I’m wondering if there are any known data issues that could be causing these anomalies, also seeking advice on how to handle them

Hello, I am studying SafeGraph weekly patterns visit data for parks in Seattle, and am seeing some anomalies. In general I am seeing low, flat visitation for most of 2018 and then some extreme spikes in 2019. For example, this small park (Dahl Playfield) in a residential neighborhood is showing a few hundred visits per week in 2019, >80k visits (and >50k unique visitors) the week of 2019-09-02, and a few thousand visits per week after that. If I extrapolate that 80k visits by SafeGraph’s sampling rate for King County that week, it’s over 1.2 million visits, nearly double the population of Seattle, so that seems impossible. I’m wondering if there are any known data issues that could be causing these anomalies, also seeking advice on how to handle them.


This topic was automatically generated from Slack. You can find the original thread here.

Hey @Jeffrey_Kyllo - thanks for flagging!
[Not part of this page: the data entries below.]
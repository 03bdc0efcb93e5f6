package report

import (
	"fmt"

	"biasbin/picker"
)

// RankingNote says in words how far the order of a pick's builds is
// proven (picker.Ranking).
func RankingNote(r picker.Ranking) string {
	if r.Stopped {
		return fmt.Sprintf("the search stopped at its %g s time limit: these are the best builds it found, not proven the best of the stock (--time-limit 0 searches to the end)", r.TimeLimit.Seconds())
	}
	if r.Proven {
		return fmt.Sprintf("proven: no build of the stock ranks above a listed one (%s ranked by their yield)", plural(r.Ranked, "build"))
	}
	return fmt.Sprintf("proven among the %s ranked by their yield, not against every build of the stock (--settle searches on until it is)", plural(r.Ranked, "build"))
}

// plural is n with the noun, in the plural unless n is 1.
func plural(n int, noun string) string {
	if n == 1 {
		return "1 " + noun
	}
	return fmt.Sprintf("%d %ss", n, noun)
}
Could be an issue with the Geometries for this POI. Looping some other team members into this. Will update later when I get more information.

Thanks, I will try plotting the polygon for this park on a map and see if it looks correct

Hi Alex! The polygon in the latest release looks pretty good to me, and if you’re using data from the July 2021 backfill then the same polygon was used throughout history for the visits (so there’s no chance of the polygon being odd just for those few weeks).

I can confirm that 2019-09 is indeed peculiar here, but still trying to figure out why. All of the other columns look fairly normal, so it might be some odd sink of devices that converged at that park. Will report back!

Thanks Jeff. I think I have a few more examples of parks POIs in Seattle with anomalies like this, would you like me to send a list?

Yes please, if you can!

Here are a couple more anomalies I found, that I can’t explain with local events or holidays:
• Virgil Flaim Park placekey zzz-222@undefined x4-4ny-8n5
• Freeway Park placekey zzz-222@undefined x4-4b5-ffz

This one seems suspicious too, 30k visits in one week in March 2021 to this little park: Maclean Park, placekey zzw-222@undefined x4-49x-pd9

Hi @Jeffrey_Kyllo Jumping in here as the geometry PM with a few thoughts.

Virgil Flaim Park: Nothing jumps out - still investigating

Freeway Park: It looks like it actually straddles a highway overpass, so when there is traffic (and cars stop on the overpass), then these are unfortunately counted as visits.

Maclean: Is it possible there was a concert or an event held at the park if it only spiked for a single week?

The fact that a few of these spiked in September 2019 suggests to me that we had some unaccounted-for spike in devices or something at that time in this area. But I did look at our Supplementary Files and don’t see some 4x jump in number_devices_residing that would explain this…

Yeah I was wondering if Freeway Park’s could be anomalous due to motorists driving under it, but that doesn’t quite explain the spike in September 2019. I doubt the traffic on I-5 suddenly got several times worse for just that month.

As for Maclean Park, I’ve been Googling for events there in March 2021 and nothing’s turned up. It’s not the kind of big park where you’d expect a concert or a fair, and especially not in March. And if I extrapolate by SafeGraph’s sampling rate for King County it looks like 800k people visited, more than the population of Seattle

So it seems highly likely to me that the MacLean Park spike is bad data somehow

I plotted monthly visits for all POI nearby Dahl Playfield, and noticed that only the POI with a somewhat overlapping polygon (Wedgwood Swim Club) has that spike. All others don’t have anything close to that. This suggests to me that it’s not due to some anomalous bump in devices overall in that one area, as the “visits” aren’t spread out over multiple POI.

I wonder if this is some sink in the anonymized lat/longs pings in these locations, making it seem as if there were many more devices than normal just at these places. :thinking_face:

Interesting. In the meantime I think I’m going to remove these points from my analysis (imputing a rolling median or something) because it sounds like they’re probably bad data, I would like to know if you find a root cause though.

I think that’s prudent Alex. We can update here if we find the underlying cause!

Thanks @Jeffrey_Kyllo ! Will certainly keep you updated if we get to the underlying cause. To prevent any further questions from being overlooked, I’ll go ahead and close this thread out. If you have any more questions or follow-up questions, we’re always here to help! Just be sure to make a new post to help, as we aren’t monitoring old threads at this time. Thanks!

For now, I’ve noted this discussion in our Known Issues or Data Artifacts page.